On State of the Culture, Remy Ma has disappointingly aired sympathetic comments toward R. Kelly’s predatory behavior by puzzlingly surmising that “most rapists don’t eat your a**.” She also defended Bill Cosby after his rape conviction by saying “I feel that some of [his 60+ accusers] are lying.” In the midst of her advocacy for Cosby, she told the State of the Culture panel that “I’m defending people that have been done wrong.” But with her careless comments, she, like some of her ill-informed peers, are doing their supporters wrong.
State of the Culture panelist Scottie Beam concluded their contentious Cosby discussion by noting that it should have been centered on “how we talk to men and women who violate men and women” and “eliminating rape culture,” not arguing about Cosby’s guilt in the first place. Then they moved on to the next topic. That conversation ultimately served no one but people who financially benefit from the show’s view count and Cosby advocates who continuously contend that Cosby is the victim of a racialized conspiracy. For every person who exclaimed “that’s what I’ve been saying” and felt vindicated by her counterproductive comments, many more were failed.
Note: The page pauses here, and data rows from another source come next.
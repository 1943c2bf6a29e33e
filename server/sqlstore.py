"""Datasets, snapshots and the audit log in one SQL database (SQLite or PostgreSQL), via SQLAlchemy Core.

``SqlStore(url)`` is the :class:`~server.store.StoreBackend` for a database named by a URL:
``sqlite:///path/scalewright.db`` or ``postgresql+psycopg://USER@HOST:PORT/DB`` (``postgresql://`` means
the same, through psycopg 3). Everything lives in the database, so several processes or machines can share
it without a shared folder:

- ``datasets``: one row per dataset, the same fields as :class:`~server.store.SQLiteStore` records;
- ``dataset_files``: the uploaded response file and codebook byte for byte, in parts of at most 1 MB
  (an upload is streamed in and never held whole in memory), with their SHA-256 in ``datasets``;
- ``snapshots``: the immutable records; triggers refuse UPDATE and DELETE (and TRUNCATE on PostgreSQL);
- ``audit``: the append-only log, protected the same way;
- ``workspaces``, ``people``, ``memberships`` (revision 0003; ``server/people.py``): datasets, snapshots and
  audit entries carry a ``workspace_id``. While a request acts as a signed-in person (:data:`ACTING`, set by
  ``server/auth.py``) every read is limited to their workspace, new rows go to it, and the audit log and a
  snapshot's author name that person; otherwise (laptop mode, the command line) nothing is limited and new
  rows go to the workspace ``default``.

The schema is made and upgraded by the Alembic revisions in ``server/migrations/`` (:func:`upgrade`, run by
``SqlStore()`` and by ``scalewright migrate``), in one transaction that holds a lock, so two processes
starting together migrate once. Records are the same dicts as :class:`~server.store.SQLiteStore` returns.
"""
from __future__ import annotations

import hashlib
import json
import os
from collections.abc import Iterator
from contextlib import contextmanager, suppress
from contextvars import ContextVar
from dataclasses import dataclass
from pathlib import Path

import sqlalchemy as sa
from sqlalchemy import event
from sqlalchemy.engine import URL, Connection, Engine, make_url
from sqlalchemy.pool import StaticPool

from .store import (
    SchemaVersionError,
    StartupError,
    StorageError,
    _dumps,
    new_id,
    storage_error,
    utc_now,
)

__all__ = ["ACTING", "CHUNK_BYTES", "DEFAULT_WORKSPACE", "MIGRATIONS_DIR", "Actor", "SqlStore", "current_revision",
           "head_revision", "normalise_url", "upgrade"]
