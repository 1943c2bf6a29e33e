"""One entry to a table of cells, whatever the file: XLSX by its zip signature or name, else delimited text."""
from __future__ import annotations

from pathlib import PurePath

import numpy as np
import pandas as pd

from ..stats.errors import InputError
from .common import DEFAULT_LIMITS, IntakeLimits
from .text import read_delimited
from .xlsx import read_xlsx


def is_xlsx(raw: bytes, filename: str) -> bool:
    """Whether the bytes are a zip (an XLSX) or the name ends in .xlsx/.xlsm."""
    return raw[:4] == b"PK\x03\x04" or PurePath(filename or "").suffix.lower() in (".xlsx", ".xlsm")


def read_table(raw: bytes, filename: str, *, as_strings: bool = False, limits: IntakeLimits = DEFAULT_LIMITS
               ) -> tuple[pd.DataFrame, np.ndarray, list[str], dict]:
    """Read a file into (frame, file row numbers, warnings, info); with ``as_strings`` every cell is text.

    Any failure is an :class:`InputError` naming the file, never another exception.
    """
    if raw is None or len(raw) == 0 or raw.isspace():  # isspace: no stripped copy of a large file
        raise InputError(f"The file '{filename}' is empty.", code="empty_file", details={"file": filename})
    try:
        if is_xlsx(raw, filename):
            return read_xlsx(raw, filename, as_strings=as_strings, limits=limits)
        return read_delimited(raw, filename, as_strings=as_strings, limits=limits)
    except InputError:
        raise
    except Exception as exc:  # a file nobody foresaw: still a message naming it, never a crash
        raise InputError(f"The file '{filename}' could not be read as a table ({type(exc).__name__}: {exc}).",
                         code="not_a_table", details={"file": filename}) from exc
Hip-hop media as a collective owes us more than surface level discussion and careless deflection. Issues like racism, rape culture, discrimination toward the LGBTQ community, and others are being discussed more than ever before by hip-hop fans on social media and elsewhere online. These issues are more than 10-minute segments to hurl off the cuff, unlearned opinions at—they’re life and death, and deserve that weight. So many fans of hip-hop are continuously being abused and dying in this climate that takes their cries too lightly, merely contending that they’re “lying” or that there’s not enough “full context” to believe them. Rap’s leading voices can’t be parroting those statements, especially on shows portraying themselves to be proponents of hip-hop culture.
As long as serious issues are trivialized as spectacle and mere #content fodder on these shows, then media personalities will continuously alienate fans who refuse to see their traumas casually misrepresented and dismissed in between topics on Cardi B and Kanye West. They will continue to undermine their platform and sustain the status quo as representatives of a culture of capitalist-minded sensationalism before one that respects its audience.
The resolution is simple: If these outlets can’t find more people willing and able to offer learned insight during these conversations, then they should simply refrain from talking about them and stick to lighter topics. When it comes to discussing—and ultimately dismantling—abusive constructs, there is no middle ground to be met. Ending these abuses is a one-sided discussion, and there’s no debating that.